In the hospitality sector, it is being increasingly implemented as a console for controlling connected devices and appliances, and the mobility industry probably wouldn’t know its way without the tablet GPS.
But even within the same industry, the need for a tablet device can differ depending on the role an employee has in the organization.
Tablet as a PC replacement
A tablet used as a primary device is able to replace your laptop, usually for occupations whose work happens mostly on-the-go, as well as client-facing roles.
Examples of field workers who often rely on tablets as the primary device include factory workers, construction workers, warehouse workers, field service technicians, emergency medical technicians and nurses, flight-line aircraft personnel, and many others.
For example, in a factory that’s undergoing a digital transformation, workers use tablet applications for asset tracking, order management, mobile payment, inventory management, quality assurance, safety audits, fleet maintenance, as well as repair scheduling.
Similarly, customer-facing employees will use the tablet for inputting orders and processing payments, or as replacements for old-school cash registers and desktops.
Tablet as a complementary device
On the other side of the equation are the employees who already have reliable laptops or desktops for performing their daily operations. They are more likely to use the tablet as a supplemental device, to catch up on news, read e-books, consume media, and write a couple of emails.

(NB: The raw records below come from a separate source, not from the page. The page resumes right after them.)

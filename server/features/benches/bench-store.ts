import { z } from 'zod';
import type { Thing } from '../../../shared/permissions';
import {
  type Bench,
  type BenchPart,
  benchPartSchema,
  benchSchema,
  type CreateBench,
  laserClassSchema,
} from '../../../shared/schemas';
import type { Transaction } from '../../db/database';
import { newId } from '../../db/new-id';
import { asReadyPlate, findPlates, type StoredPlate } from '../cabinet';
import { holdLab } from '../labs';

const benchRow = z.object({
  id: z.string(),
  lab_id: z.string(),
  name: z.string(),
  wavelength_nm: z.number(),
  wavelength_sigma_nm: z.number(),
  temperature_c: z.number().nullable(),
  temperature_sigma_k: z.number(),
  input_expression: z.string(),
  polariser_sigma_deg: z.number(),
  polariser_extinction: z.number().nullable(),
  laser_class: laserClassSchema,
  hazard_wavelengths_nm: z.array(z.number()),
  detectors: z.string(),
  retired_at: z.date().nullable(),
  revision: z.number(),
});
const placeRow = z.object({ bench_id: z.string(), plate_id: z.string(), part: benchPartSchema });
const holderRow = z.object({ plate_id: z.string(), plate_name: z.string(), bench_name: z.string() });

export type StoredBench = Bench & Thing;

/** What the API shows of a bench. */
export function asBench({ labId: _labId, ...bench }: StoredBench): Bench {
  return bench;
}

/** The plates of one part of a bench, or none while one of them cannot be dialled: half a beam is no beam. */
function readyPlates(inBeam: readonly PlateInBeam[], part: BenchPart): Bench['plates'] {
  const ready = inBeam.filter((place) => place.part === part).map(({ plate }) => asReadyPlate(plate));
  const plates = ready.filter((plate) => plate !== null);
  return plates.length === ready.length ? plates : [];
}

interface PlateInBeam {
  readonly part: BenchPart;
  readonly plate: StoredPlate;
}

function notReady(inBeam: readonly PlateInBeam[]): Bench['notReady'] {
  return inBeam
    .filter(({ plate }) => asReadyPlate(plate) === null)
    .map(({ part, plate }) => ({
      plateId: plate.id,
      name: plate.name,
      part,
      why: plate.seat === null ? ('not-seated' as const) : ('not-calibrated' as const),
    }));
}

async function withPlates(
  transaction: Transaction,
  labId: string,
  unread: readonly unknown[],
): Promise<StoredBench[]> {
  const rows = z.array(benchRow).parse(unread);
  const places = z.array(placeRow).parse(
    await transaction('bench_plates')
      .where({ lab_id: labId })
      .whereIn(
        'bench_id',
        rows.map(({ id }) => id),
      )
      .orderBy(['part', 'position'])
      .select('bench_id', 'plate_id', 'part'),
  );
  const found = await findPlates(transaction, labId, [...new Set(places.map(({ plate_id }) => plate_id))]);
  const plates = new Map(found.map((plate) => [plate.id, plate]));
  return rows.map((row) => {
    // By name of its part preparation comes after analysis; light meets it first.
    const inBeam = benchPartSchema.options.flatMap((part) =>
      places
        .filter((place) => place.bench_id === row.id && place.part === part)
        .flatMap(({ plate_id }) => {
          const plate = plates.get(plate_id);
          return plate === undefined ? [] : [{ part, plate }];
        }),
    );
    return {
      id: row.id,
      labId: row.lab_id,
      name: row.name,
      wavelengthNm: row.wavelength_nm,
      wavelengthSigmaNm: row.wavelength_sigma_nm,
      temperatureC: row.temperature_c,
      temperatureSigmaK: row.temperature_sigma_k,
      inputExpression: row.input_expression,
      polariserSigmaDeg: row.polariser_sigma_deg,
      polariserExtinction: row.polariser_extinction,
      laserClass: row.laser_class,
      hazardWavelengthsNm: row.hazard_wavelengths_nm,
      plates: readyPlates(inBeam, 'preparation'),
      analysisPlates: readyPlates(inBeam, 'analysis'),
      order: inBeam.map(({ part, plate }) => ({ plateId: plate.id, name: plate.name, part })),
      notReady: notReady(inBeam),
      detectors: benchSchema.shape.detectors.parse(JSON.parse(row.detectors)),
      retiredAt: row.retired_at?.toISOString() ?? null,
      revision: row.revision,
    };
  });
}

/** Every bench of a lab, those in use first, by name. */
export async function listBenches(transaction: Transaction, labId: string): Promise<StoredBench[]> {
  const rows: unknown[] = await transaction('benches')
    .where({ lab_id: labId })
    .orderByRaw('retired_at is not null, name, id')
    .select();
  return withPlates(transaction, labId, rows);
}

export async function findBench(
  transaction: Transaction,
  { labId, benchId }: { readonly labId: string; readonly benchId: string },
): Promise<StoredBench | null> {
  const rows: unknown[] = await transaction('benches').where({ lab_id: labId, id: benchId }).select();
  const [bench] = await withPlates(transaction, labId, rows);
  return bench ?? null;
}

/** As `findBench`, and nobody else changes the bench or the lab's convention until the transaction ends. */
export async function findBenchToChange(
  transaction: Transaction,
  key: { readonly labId: string; readonly benchId: string },
): Promise<StoredBench | null> {
  await holdLab(transaction, key);
  await transaction('benches').where({ lab_id: key.labId, id: key.benchId }).forUpdate().select('id');
  return findBench(transaction, key);
}

/** Which other bench in use has which of these plates. */
export async function findHolders(
  transaction: Transaction,
  labId: string,
  plateIds: readonly string[],
  butBenchId: string,
): Promise<z.infer<typeof holderRow>[]> {
  const rows: unknown[] = await transaction('bench_plates')
    .join('benches', 'benches.id', 'bench_plates.bench_id')
    .join('plates', 'plates.id', 'bench_plates.plate_id')
    .where({ 'bench_plates.lab_id': labId, 'bench_plates.live': true })
    .whereIn('bench_plates.plate_id', plateIds)
    .whereNot({ 'bench_plates.bench_id': butBenchId })
    .select({
      plate_id: 'bench_plates.plate_id',
      plate_name: 'plates.name',
      bench_name: 'benches.name',
    });
  return z.array(holderRow).parse(rows);
}

export async function insertBench(
  transaction: Transaction,
  place: { readonly labId: string; readonly now: Date },
  bench: CreateBench,
  id = newId(),
): Promise<string> {
  await transaction('benches').insert({
    id,
    lab_id: place.labId,
    created_at: place.now,
    ...columnsOf(bench),
  });
  await placePlates(transaction, place.labId, id, bench);
  return id;
}

export async function updateBench(
  transaction: Transaction,
  stored: StoredBench,
  bench: CreateBench,
): Promise<void> {
  await transaction('benches')
    .where({ lab_id: stored.labId, id: stored.id })
    .update({ ...columnsOf(bench), revision: stored.revision + 1 });
  await transaction('bench_plates').where({ lab_id: stored.labId, bench_id: stored.id }).delete();
  await placePlates(transaction, stored.labId, stored.id, bench);
}

export async function setRetired(
  transaction: Transaction,
  stored: StoredBench,
  at: Date | null,
): Promise<void> {
  await transaction('benches')
    .where({ lab_id: stored.labId, id: stored.id })
    .update({ retired_at: at, revision: stored.revision + 1 });
  await transaction('bench_plates')
    .where({ lab_id: stored.labId, bench_id: stored.id })
    .update({ live: at === null });
}

async function placePlates(
  transaction: Transaction,
  labId: string,
  benchId: string,
  { plateIds, analysisPlateIds }: CreateBench,
): Promise<void> {
  const rowsOf = (part: BenchPart, ids: readonly string[]) =>
    ids.map((plateId, position) => ({ lab_id: labId, bench_id: benchId, part, position, plate_id: plateId }));
  await transaction('bench_plates').insert([
    ...rowsOf('preparation', plateIds),
    ...rowsOf('analysis', analysisPlateIds),
  ]);
}

function columnsOf(bench: CreateBench) {
  return {
    name: bench.name,
    wavelength_nm: bench.wavelengthNm,
    wavelength_sigma_nm: bench.wavelengthSigmaNm,
    temperature_c: bench.temperatureC,
    temperature_sigma_k: bench.temperatureSigmaK,
    input_expression: bench.inputExpression,
    polariser_sigma_deg: bench.polariserSigmaDeg,
    polariser_extinction: bench.polariserExtinction,
    laser_class: bench.laserClass,
    hazard_wavelengths_nm: bench.hazardWavelengthsNm,
    detectors: JSON.stringify(bench.detectors),
  };
}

Executives, salesmen and consultants, marketers, journalists, administration clerks and analysts often fall under that category.

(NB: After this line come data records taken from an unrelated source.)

import fc from 'fast-check';
import { describe, expect, it } from 'vitest';
import {
  append,
  type Beam,
  emptyBeam,
  moveBy,
  moveTo,
  putBack,
  spotOf,
  spotWords,
  takeOut,
} from '../../../src/features/benches/beam-order';
import { spotAt } from '../../../src/features/benches/use-beam-drag';

/** "ab|c": a and b prepare, c analyses. */
function beamOf(text: string): Beam {
  const [preparation = '', analysis = ''] = text.split('|');
  const withPrepared = Array.from(preparation).reduce(
    (beam, id) => append(beam, 'preparation', id),
    emptyBeam,
  );
  return Array.from(analysis).reduce((beam, id) => append(beam, 'analysis', id), withPrepared);
}
const textOf = ({ preparation, analysis }: Beam): string =>
  [preparation, analysis].map((part) => part.map(({ plateId }) => plateId).join('')).join('|');

const anyBeam = fc
  .uniqueArray(fc.constantFrom(...Array.from('abcdefghijkl')), { minLength: 1, maxLength: 12 })
  .chain((ids) =>
    fc
      .integer({ min: Math.max(0, ids.length - 6), max: Math.min(6, ids.length) })
      .map((border) => beamOf(`${ids.slice(0, border).join('')}|${ids.slice(border).join('')}`)),
  );
const flat = (beam: Beam) => [...beam.preparation, ...beam.analysis];

describe('the order of a beam', () => {
  it.each([
    ['ab|c', 'a', 1, 'ba|c'],
    ['ab|c', 'b', 1, 'a|bc'],
    ['ab|c', 'c', -1, 'abc|'],
    ['ab|c', 'a', -1, 'ab|c'],
    ['ab|c', 'c', 1, 'ab|c'],
    ['a|', 'a', 1, '|a'],
    ['abcdef|g', 'g', -1, 'abcdef|g'],
    ['f|abcdeg', 'f', 1, 'f|abcdeg'],
  ] as const)('moves %s, plate %s by %i, to %s', (before, key, step, after) => {
    expect(textOf(moveBy(beamOf(before), key, step))).toBe(after);
  });

  it('puts a plate before the one that stands where it is let go', () => {
    const beam = beamOf('abc|d');
    expect(textOf(moveTo(beam, 'a', { part: 'preparation', index: 3 }))).toBe('bca|d');
    expect(textOf(moveTo(beam, 'c', { part: 'preparation', index: 0 }))).toBe('cab|d');
    expect(textOf(moveTo(beam, 'a', { part: 'analysis', index: 1 }))).toBe('bc|da');
    // On either side of itself it stays.
    expect(moveTo(beam, 'b', { part: 'preparation', index: 1 })).toBe(beam);
    expect(moveTo(beam, 'b', { part: 'preparation', index: 2 })).toBe(beam);
  });

  it('loses and doubles no plate, and never fills a part beyond six, however it is moved', () => {
    const moves = fc.array(
      fc.tuple(
        fc.nat(11),
        fc.constantFrom<1 | -1>(1, -1),
        fc.constantFrom('preparation', 'analysis'),
        fc.nat(7),
      ),
      { maxLength: 20 },
    );
    fc.assert(
      fc.property(anyBeam, moves, (beam, steps) => {
        const end = steps.reduce((at, [pick, step, part, index]) => {
          const key = flat(at)[pick % flat(at).length]?.key ?? '';
          return index === 7
            ? moveBy(at, key, step)
            : moveTo(at, key, { part, index: Math.min(index, at[part].length) });
        }, beam);
        expect(
          flat(end)
            .map(({ key }) => key)
            .toSorted(),
        ).toEqual(
          flat(beam)
            .map(({ key }) => key)
            .toSorted(),
        );
        expect(Math.max(end.preparation.length, end.analysis.length)).toBeLessThanOrEqual(6);
      }),
    );
  });

  it('goes back on one step what it went on, unless it stood at an end', () => {
    fc.assert(
      fc.property(anyBeam, fc.nat(11), fc.constantFrom<1 | -1>(1, -1), (beam, pick, step) => {
        const key = flat(beam)[pick % flat(beam).length]?.key ?? '';
        const there = moveBy(beam, key, step);
        const back = there === beam ? beam : moveBy(there, key, step === 1 ? -1 : 1);
        expect(textOf(back)).toBe(textOf(beam));
      }),
    );
  });

  it('brings a plate that was taken out back to its place', () => {
    fc.assert(
      fc.property(anyBeam, fc.nat(11), (beam, pick) => {
        const key = flat(beam)[pick % flat(beam).length]?.key ?? '';
        const { beam: rest, taken } = takeOut(beam, key);
        expect(spotOf(rest, key)).toBeNull();
        expect(taken === null ? '' : textOf(putBack(rest, taken))).toBe(textOf(beam));
      }),
    );
  });

  it('keeps two places of one plate apart', () => {
    const twice = append(append(emptyBeam, 'preparation', 'a'), 'preparation', 'a');
    expect(new Set(twice.preparation.map(({ key }) => key)).size).toBe(2);
    expect(spotWords(moveBy(twice, 'a', 1), 'a')).toBe('2 of 2 in preparation');
  });
});

describe('where something lies that is dragged', () => {
  const layout = [
    { part: 'preparation' as const, topPx: 100, middlesPx: [150, 220] },
    { part: 'analysis' as const, topPx: 300, middlesPx: [360] },
  ];
  it.each([
    [20, 'preparation', 0],
    [149, 'preparation', 0],
    [151, 'preparation', 1],
    [299, 'preparation', 2],
    [301, 'analysis', 0],
    [900, 'analysis', 1],
  ] as const)('at %i px is %s, before place %i', (yPx, part, index) => {
    expect(spotAt(yPx, layout)).toEqual({ part, index });
  });
});
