import { afterAll, beforeAll, expect, test } from 'vitest';
import {
  createdInvitationSchema,
  platePageSchema,
  cabinetPlateSchema,
  runSchema,
} from '../../shared/schemas';
import { answered, call } from './support/calls';
import { type Agent, type Harness, startHarness } from './support/harness';
import { makeLab, plateBody, type TestLab } from './support/lab';

let harness: Harness;
let lead: Agent;
let lab: TestLab;
beforeAll(async () => {
  harness = await startHarness();
  lead = await harness.signIn('adaeze-holm');
  lab = await makeLab(harness, lead, 'Own lab');
}, 60_000);
afterAll(async () => {
  await harness.close();
});

test('ten keys, each sent twenty times at once, make ten plates; a repeat in flight is told to wait', async () => {
  const keys = Array.from({ length: 10 }, (_, index) => `ten-keys-${index}`);
  for (const key of keys) {
    const answers = await Promise.all(
      Array.from({ length: 20 }, () =>
        call(harness, lead, 'post', `/labs/${lab.labId}/plates`, { body: plateBody(key), key }),
      ),
    );
    const made = answers.filter(({ status }) => status === 201);
    expect(made.length).toBeGreaterThan(0);
    expect(new Set(made.map(({ text }) => cabinetPlateSchema.parse(JSON.parse(text)).id)).size).toBe(1);
    for (const waiting of answers.filter(({ status }) => status !== 201)) {
      expect([409, 503]).toContain(waiting.status);
      expect(waiting.headers['retry-after']).toMatch(/^\d+$/);
    }
  }
  const { items } = await answered(call(harness, lead, 'get', `/labs/${lab.labId}/plates`), platePageSchema);
  expect(items.filter(({ name }) => name.startsWith('ten-keys')).length).toBe(10);
}, 60_000);

test('a creating call without a key is refused, and a key used for something else as well', async () => {
  const path = `/labs/${lab.labId}/plates`;
  expect((await call(harness, lead, 'post', path, { body: plateBody('K-1'), key: null })).status).toBe(400);
  expect((await call(harness, lead, 'post', path, { body: plateBody('K-1'), key: 'short' })).status).toBe(
    400,
  );
  const first = await call(harness, lead, 'post', path, { body: plateBody('K-2'), key: 'one-key-only' });
  expect(first.status).toBe(201);
  expect(
    (await call(harness, lead, 'post', path, { body: plateBody('K-3'), key: 'one-key-only' })).status,
  ).toBe(422);
  const elsewhere = await call(harness, lead, 'post', '/labs', { body: { name: 'K' }, key: 'one-key-only' });
  expect(elsewhere.status).toBe(422);
  const again = await call(harness, lead, 'post', path, { body: plateBody('K-2'), key: 'one-key-only' });
  expect([again.status, again.text, again.headers['etag']]).toEqual([201, first.text, first.headers['etag']]);
});

test('a refused call stores nothing under its key, so that the corrected one goes through', async () => {
  const path = `/labs/${lab.labId}/plates`;
  const future = plateBody('K-9', { calibration: { measuredAt: '2999-01-01T00:00:00Z' } });
  expect((await call(harness, lead, 'post', path, { body: future, key: 'corrected-later' })).status).toBe(
    422,
  );
  expect(
    (await call(harness, lead, 'post', path, { body: plateBody('K-9'), key: 'corrected-later' })).status,
  ).toBe(201);
});

test("two people's equal keys are two keys", async () => {
  const other = await harness.signIn('pia-brandt');
  const [one, two] = [
    await call(harness, lead, 'post', '/labs', { body: { name: 'Mine' }, key: 'the-same-key' }),
    await call(harness, other, 'post', '/labs', { body: { name: 'Mine' }, key: 'the-same-key' }),
  ];
  expect([one.status, two.status]).toEqual([201, 201]);
  expect(one.text).not.toBe(two.text);
});

test("an invitation's link comes again with a repeat, and its token is stored nowhere", async () => {
  const ask = () =>
    answered(
      call(harness, lead, 'post', `/labs/${lab.labId}/invitations`, {
        body: { role: 'guest', note: 'a visitor' },
        key: 'invite-once',
      }),
      createdInvitationSchema,
    );
  const [first, again] = [await ask(), await ask()];
  expect(again).toEqual(first);
  const { default: pg } = await import('pg');
  const client = new pg.Client({ connectionString: harness.testDatabase.adminUrl });
  await client.connect();
  const dump = JSON.stringify([
    (await client.query('select * from invitations')).rows,
    (await client.query('select * from idempotency_keys')).rows,
    (await client.query('select * from audit_events')).rows,
  ]);
  await client.end();
  expect(dump).toContain(first.invitation.id);
  expect(dump).not.toContain(first.token);
});

test('a reading sent five times with one key is one reading', async () => {
  const path = `/labs/${lab.labId}/runs/${lab.runId}/readings`;
  const body = { outcome: 'done', settingIndex: 0, dialledDeg: [12.4, 301.7], note: '' };
  for (let sent = 0; sent < 5; sent += 1) {
    const run = await answered(call(harness, lead, 'post', path, { body, key: 'one-reading' }), runSchema);
    expect(run.readings).toHaveLength(1);
  }
});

The slate of success in the enterprise
While the general public continues to mourn tablets, enterprises are finding new ways to leverage the device’s power, flexibility, and competitive pricing.
As the demand for enterprise-level tablet continually pushes new device models out on the market, injecting life back into tablets bit by bit, the force driving device choice in the digital transformation should be the employee’s role in the enterprise.
Field workers will appreciate long battery life and ruggedness; a sales presenter cares about immaculate connectivity and screen size; whereas an administrative clerk’s concern might be whether the tablet’s processing power and storage space are sufficient to store their gathered data.
Tablets, resurrected in the enterprise
Finally, after years of being on the death row, it seems that resurrection is on the horizon for tablets–one led by providers striving to deliver the ultimate user experience along with the latest functionalities.
The tablet future belongs to providers who will continue perfecting software and hardware. Thousands of tablets that won’t make it to the next decade have learned this the hard way.